# using old womans model as a parts bike?



## scale (Oct 31, 2014)

I have a old monarch frame i want to build up and have an old womans model that i can use for parts. WIll they work? Are the cranks the same length for instance? The saddle clearly is the womans model saddle. Much lighter weight springs etc.


----------



## bike (Oct 31, 2014)

*welll hard to tell based on your info*

since it does not seem like you are hurting anything just try- sometimes they interchange- sometimes no


----------



## pedal4416 (Oct 31, 2014)

The steerer tube on the ladies bike will be longer than the men's.


----------



## rustjunkie (Oct 31, 2014)

you have both bikes? ...measure


----------



## HIGGINSFOREVER (Oct 31, 2014)

Sprockets may be different (smaller girls)count the teeth


----------



## scale (Nov 1, 2014)

44t on the front and 20 on the rear.....
I am not sure what the normal gearing is for a older bike like this. I might want a few less teeth in the rear but i can start with this.


----------



## HIGGINSFOREVER (Nov 1, 2014)

scale said:


> 44t on the front and 20 on the rear.....
> I am not sure what the normal gearing is for a older bike like this.

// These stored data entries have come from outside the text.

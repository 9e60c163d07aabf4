// SPDX-License-Identifier: GPL-3.0-or-later
#include "method/sweep_scatter.h"

#include <algorithm>
#include <array>
#include <boost/math/distributions/fisher_f.hpp>
#include <cmath>
#include <numbers>

namespace kneeprint {
namespace {

constexpr double kNodesPerOctave = 4.0;
// A window of six periods of the fundamental holds half orders apart by three of its bins; shorter
// ones than 5 ms would only have fewer values to average.
constexpr double kPeriods = 6.0;
constexpr double kShortest = 0.005;
constexpr int kNeighbours = 1;

std::vector<double> hann(std::size_t size) {
  std::vector<double> v(size);
  for (std::size_t i = 0; i < size; ++i) {
    v[i] = 0.5 - 0.5 * std::cos(2.0 * std::numbers::pi * (static_cast<double>(i) + 0.5) /
                                static_cast<double>(size));
  }
  return v;
}

// Differences of the repeats, each independent of the others and as noisy as one repeat (Helmert's
// transformation), from the last repeat backwards: the last difference holds the first repeat.
// After them: the mean.
std::vector<std::vector<double>> contrasts_and_mean(const Waveform& take, const HoldLayout& hold,
                                                    std::size_t start, std::size_t size) {
  const auto blocks = static_cast<std::size_t>(hold.blocks);
  const auto block = [&](std::size_t b) {
    return std::span(take.samples).subspan(hold.first_block + b * hold.block + start, size);
  };
  std::vector<std::vector<double>> out;
  const auto last = block(blocks - 1);
  std::vector<double> sum(last.begin(), last.end());
  for (std::size_t m = 1; m < blocks; ++m) {
    const auto next = block(blocks - 1 - m);
    const auto count = static_cast<double>(m);
    const double scale = std::sqrt(count / (count + 1.0));
    auto& c = out.emplace_back(size);
    for (std::size_t i = 0; i < size; ++i) {
      c[i] = scale * (sum[i] / count - next[i]);
      sum[i] += next[i];
    }
  }
  for (double& x : sum) x /= static_cast<double>(blocks);
  out.push_back(std::move(sum));
  return out;
}

// A row of complex numbers as two of real ones, which the compiler turns into vectors.
struct Rotor {
  std::vector<double> c, s;
};

void turn(Rotor& p, const Rotor& by) {
  for (std::size_t i = 0; i < p.c.size(); ++i) {
    const double c = p.c[i] * by.c[i] - p.s[i] * by.s[i];
    p.s[i] = p.c[i] * by.s[i] + p.s[i] * by.c[i];
    p.c[i] = c;
  }
}

double power(std::span<const double> x, const Rotor& p) {
  constexpr std::size_t kLanes = 4;
  std::array<double, kLanes> re{}, im{};
  std::size_t i = 0;
  for (; i + kLanes <= x.size(); i += kLanes) {
    for (std::size_t l = 0; l < kLanes; ++l) {
      re[l] += x[i + l] * p.c[i + l];
      im[l] += x[i + l] * p.s[i + l];
    }
  }
  for (; i < x.size(); ++i) {
    re[0] += x[i] * p.c[i];
    im[0] += x[i] * p.s[i];
  }
  const double r = re[0] + re[1] + re[2] + re[3], q = im[0] + im[1] + im[2] + im[3];
  return r * r + q * q;
}

double median(std::vector<double>& values) {
  const auto middle = values.begin() + static_cast<long>(values.size() / 2);
  std::nth_element(values.begin(), middle, values.end());
  return *middle;
}

}  // namespace

SweepScatter::SweepScatter(const LogSweep& sweep, const Waveform& take, const HoldLayout& hold,
                           int orders, Hertz lowest, Hertz highest, Decibels wanted)
    : sweep_(sweep), rate_(take.rate), lowest_(lowest), highest_(highest), blocks_(hold.blocks) {
  const double step = std::exp2(1.0 / kNodesPerOctave);
  for (Hertz f = lowest; f < highest; f = f * step) {
    nodes_.push_back(demodulate(f, take, hold, orders));
  }
  const auto all_agree = [&] {
    for (int c = 0; c < blocks_ - 1 - first_; ++c) {
      if (!agree(c, wanted)) return false;
    }
    return true;
  };
  settled_ = all_agree();
  if (!settled_ && blocks_ > 2) {
    first_ = 1;
    settled_ = all_agree();
    if (!settled_) first_ = 0;
  }
  const int contrasts = blocks_ - 1 - first_;
  critical_.push_back(0.0);
  for (int count = 1; count <= 2 * (2 * kNeighbours + 1) * contrasts; ++count) {
    critical_.push_back(
        boost::math::quantile(boost::math::fisher_f(2.0 * contrasts, 2.0 * count), 0.999));
  }
}

SweepScatter::Node SweepScatter::demodulate(Hertz f, const Waveform& take, const HoldLayout& hold,
                                            int orders) const {
  const double rate = rate_.value();
  const Seconds length(std::max(kShortest, kPeriods / f.value()));
  const std::size_t size = std::clamp<std::size_t>(samples_in(length, rate_), 8, hold.block);
  const double middle = sweep_.time_of(f).value() * rate;
  const double latest = static_cast<double>(hold.block - size);
  const auto start =
      static_cast<std::size_t>(std::clamp(middle - static_cast<double>(size) / 2.0, 0.0, latest));

  const std::vector<double> v = hann(size);
  double sum = 0.0, squares = 0.0;
  for (const double x : v) sum += x, squares += x * x;
  std::vector<std::vector<double>> rows = contrasts_and_mean(take, hold, start, size);
  for (auto& row : rows) {
    for (std::size_t i = 0; i < size; ++i) row[i] *= v[i];
  }
  Rotor half{std::vector<double>(size), std::vector<double>(size)};
  for (std::size_t i = 0; i < size; ++i) {
    const double phase = 0.5 * sweep_.phase(Seconds(static_cast<double>(start + i) / rate));
    half.c[i] = std::cos(phase);
    half.s[i] = -std::sin(phase);
  }

  Node node;
  node.equivalent_samples = sum * sum / squares;
  const double scale = 4.0 / (sum * sum);
  const std::size_t contrasts = rows.size() - 1;
  node.powers.resize(contrasts);
  Rotor p = half;
  for (int k = 1; k <= 2 * orders + 1 && 0.5 * k * f < highest_; ++k) {
    if (k > 1) turn(p, half);
    for (std::size_t c = 0; c < contrasts; ++c) {
      node.powers[c].push_back(scale * power(rows[c], p));
    }
    if (k == 2) node.fundamental = scale * power(rows.back(), p);
  }
  return node;
}

// Medians over the sweep: a mains line, a click, a dropout touch few nodes, and widen the
// uncertainty there; a unit that has not settled changes everywhere.
bool SweepScatter::agree(int contrast, Decibels wanted) const {
  std::vector<double> on, off;
  for (const Node& node : nodes_) {
    if (!(node.fundamental > 0.0)) continue;
    const auto& p = node.powers[static_cast<std::size_t>(contrast)];
    for (const std::size_t k : {1, 2, 3}) {
      if (k <= p.size()) (k == 2 ? on : off).push_back(p[k - 1] / node.fundamental);
    }
  }
  if (on.empty() || off.empty()) return true;
  // |Z|^2 of noise is exponential; the median of n such values scatters by 1 / (ln 2 sqrt n), here
  // by some 30 % for both together. Noise alone passes 2.5 in about one take of a thousand.
  constexpr double kSignificant = 2.5;
  const double shown = median(on), noise = median(off);
  if (shown <= kSignificant * noise) return true;
  constexpr double kDbPerRelative = 8.685889638065036;  // 20 / ln 10
  return kDbPerRelative * std::sqrt(shown - noise) <= wanted.value();
}

Contribution SweepScatter::u(int order, Hertz f, Seconds window_energy) const {
  const int kept = blocks_ - first_, contrasts = kept - 1;
  const auto nodes = static_cast<int>(nodes_.size());
  if (contrasts < 1 || nodes == 0) return {};
  const int nearest = std::clamp(
      static_cast<int>(std::lround(kNodesPerOctave * std::log2(f / lowest_))), 0, nodes - 1);
  // As the variance of white noise that would show the same.
  const auto variance = [&](const Node& node, int contrast, int half_order) {
    return node.powers[static_cast<std::size_t>(contrast)]
                      [static_cast<std::size_t>(half_order - 1)] *
           node.equivalent_samples / 4.0;
  };
  const auto has = [&](const Node& node, int half_order) {
    return half_order <= static_cast<int>(node.powers.front().size());
  };
  double off = 0.0, on = 0.0, own_power = 0.0;
  int off_count = 0, on_count = 0;
  for (int i = std::max(0, nearest - kNeighbours); i <= std::min(nodes - 1, nearest + kNeighbours);
       ++i) {
    const Node& node = nodes_[static_cast<std::size_t>(i)];
    for (int c = 0; c < contrasts; ++c) {
      for (const int k : {2 * order - 1, 2 * order + 1}) {
        if (!has(node, k)) continue;
        off += variance(node, c, k);
        ++off_count;
      }
      if (i != nearest || !has(node, 2 * order)) continue;
      on += variance(node, c, 2 * order);
      own_power +=
          node.powers[static_cast<std::size_t>(c)][static_cast<std::size_t>(2 * order - 1)];
      ++on_count;
    }
  }
  if (off_count + on_count == 0) return {};
  const bool drifts =
      off_count > 0 && on_count > 0 &&
      on / on_count > critical_[static_cast<std::size_t>(off_count)] * off / off_count;
  if (drifts) return {std::sqrt(0.5 * own_power / on_count / kept), 2.0 * on_count};
  // A white noise of variance s, through the inverse spectrum 4 F / (L rate^2) and the window, is
  // 4 F E s / (L rate) of complex variance in one repeat.
  const double s = (on + off) / (on_count + off_count);
  const double through =
      2.0 * order * f.value() * window_energy.value() / (sweep_.growth().value() * rate_.value());
  return {std::sqrt(through * s / kept), 2.0 * (on_count + off_count)};
}

}  // namespace kneeprint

I might want a few less teeth in the rear but i can start with this.




Is the monark frame a boys model,count the teeth on the boys and see if that is 44t and count the girls.


----------



## abe lugo (Nov 1, 2014)

*Most everything except some rims, and fenders and some trim parts*

The handlebars, seat,pedals,crank,sprocket, rear hub cog, fork tube are different.


----------